Amira Hanafi lives and works in Cairo. She is the author of Forgery (Green Lantern Press, 2011), Minced English (2010), several artist’s books and various printed matter. Her digital work What I’m Wearing was shortlisted for the 2014 New Media Writing Prize, and her writing has appeared in numerous literary journals.
Malak Helmy is an artist based in Cairo. Her writing has been published in forums including Log – Journal for Architecture and Urbanism, Ibraaz, Bidoun, oo-oo.co (the Lithuanian/Cypriot pavilion of the 55th Biennale di Venezia) and Mada Masr. Her work has been exhibited in the Mercosul Biennial, Gwangju Biennial, Aspen Museum of Art, 64th and 63rd Berlinale Expanded Forum. Her work involves a personal and historical consciousness of place. She has also worked in collective initiatives exploring areas between urban research and artistic production. Ongoing projects include Records from the Excited State – a project that conducts an analysis, over time, of the biological and social rhythms of a site of leisure on the coastline of Egypt, Emotional Architecture, and a yet untitled film project that looks at the state of Qatar through the lens of the development of its medical complex.
Alisa Lebow is a Reader in Film Studies at the University of Sussex, UK. Her current research is concerned with questions of ‘the political’ in documentary, thus far considered in terms of the documentary camera and its relationship to the gun, documentary representations of war, and the strategies of filming revolution. She is co-editor of the Companion to Contemporary Documentary (with Alexandra Juhasz, Wiley-Blackwell, 2015). Her books – The Cinema of Me (Wallflower, 2012) and First Person Jewish (University of Minnesota Press, 2008) – explore aspects of the representation of self and subjectivity in first person documentary. Her films include For the Record: The World Tribunal on Iraq (2007), Treyf (1998) and Outlaw (1994). Her current research project combines her scholarly and practical work: a Leverhulme Trust funded interactive meta documentary about filmmaking in Egypt since the revolution (www.filmingrevolution.org), which goes live in 2015.

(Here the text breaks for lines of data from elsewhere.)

package org.hazewright.bench;

import java.util.List;

/** What stands on everything that this program hands to a person at a bench. */
public final class Cautions {
    private Cautions() {}

    /** Holds for every recipe: sheets, window and README have these words from here. */
    public static final List<String> GENERAL = List.of(
            "Safety data sheets and the rules of your workplace come before anything written here.",
            "This is not a medical device. A phantom checks an instrument; what it means for patients is decided by the person who is"
                    + " responsible for the clinical calibration.",
            "A phantom may not be swallowed, injected or put on a patient. Label it so, and keep it away from food and medicines.",
            "Measure the finished phantom before relying on it: a prediction is as good as the figures of its ingredients.",
            "When a laser is used to measure it, the rules for laser safety at your workplace hold.");

    static final String POWDER =
            "do not breathe the dust: weigh and wet it under extraction or with a fitted mask, as its safety data"
                    + " sheet and local rules say.";

    static final String HARDENER =
            "resins and hardeners irritate and sensitise, and curing gives off heat: gloves, eye protection and"
                    + " fresh air, as both safety data sheets and local rules say.";

    static final String ISOCYANATE =
            "isocyanates can make the airways sensitive for life: only with training and extraction, by the"
                    + " safety data sheet and local rules; keep water away, it foams and builds pressure in a closed bottle.";

    static final String AZIDE =
            "very toxic, and explosive with acid or in copper and lead drains: only trained people, under a hood, by"
                    + " the safety data sheet and local rules. Write the azide on the phantom's label and collect all waste.";

    static final String BLOOD =
            "treat blood and what is made from it as infectious unless its supplier states otherwise: only under"
                    + " your local rules for biological work, in isotonic buffer, waste collected.";

    static final String HOT = "hot liquid: gloves and eye protection; heat gently with a loose lid, it can boil over.";

    static final String ULTRASOUND =
            "ultrasound is loud and warms the cup: ear protection, and pauses when it grows warm.";
}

Karim Mattar is an Assistant Professor of English at CU Boulder, specializing in postcolonial studies. He received his DPhil in English from the University of Oxford (2013), after earning degrees at UCL (BA, 2003), Warwick (MA, 2004), Sussex (MA, 2005), and Virginia (MA, 2009). Dr. Mattar’s research and teaching interests include Middle Eastern literatures in English, Palestinian literature and culture, the global novel, postcolonial studies, world literature, critical theory (esp. Marxism), and modernism. His work charts a post-Saidian world literary landscape where the political, religious, and gender ideologies that undergird conflict between ‘occidental’ and ‘oriental’ cultures both determine literary circulation, and are mediated through form. His articles have appeared or are forthcoming in Interventions, the Journal of Postcolonial Writing, Translation and Literature, English Language Notes, and elsewhere. His special issue of the Journal of Postcolonial Writing on “The Global Checkpoint”, co-edited with David Fieni, came out in early 2014, and his edited special issue of English Language Notes on “Cartographies of Dissent” is due out in early 2015. In 2012, he, with Anna Ball and Mohamed-Salah Omri, co-convened the first ever “Oxford Palestine Film Season”, which featured a range of Palestinian filmmakers and scholars. He is currently at work on a book manuscript entitled The Middle Eastern Novel in English: Literary Transnationalism after Orientalism, as well as, with Anna Ball, a co-edited volume on The Postcolonial Middle East.
Deena Mohamed is a 20-year old graphic design student and illustrator. She is also the creator, writer and artist of the webcomic Qahera (the superhero, not the city.) She lives in Cairo, Egypt.
Hina Nandrajog is an Associate Professor in the Department of English at Vivekananda College, University of Delhi. Having completing her M.Phil in English from University of Delhi, Dr. Hina Nandrajog did her Ph.D from Punjabi University, Patiala (Punjab). She is an academic, scholar, critic, teacher and translator. She has published several critical articles and translations. Her areas of interest are the Partition of India in 1947 from a historical and literary perspective, and the idea of diversity and multi-linguality in India. She translates from Punjabi and Hindi into English and has won several awards. Among these are the Katha Prize for Translation in 1999 and in 2001, and a Consolation Prize from the Sahitya Akademi in 2007. She was on the Panel of Jury Members to choose the Sahitya Akademi Translation Prize 2008 in Punjabi and has completed several translation projects for the National Book Trust, Sahitya Akademi, Centre for Development of Punjabi Language and Culture and the Punjabi Academy. She has also been actively involved in creating e.content for the Institute of Life Long Learning, University of Delhi. Currently she is on deputation as Associate Professor at Cluster Innovation Centre, University of Delhi.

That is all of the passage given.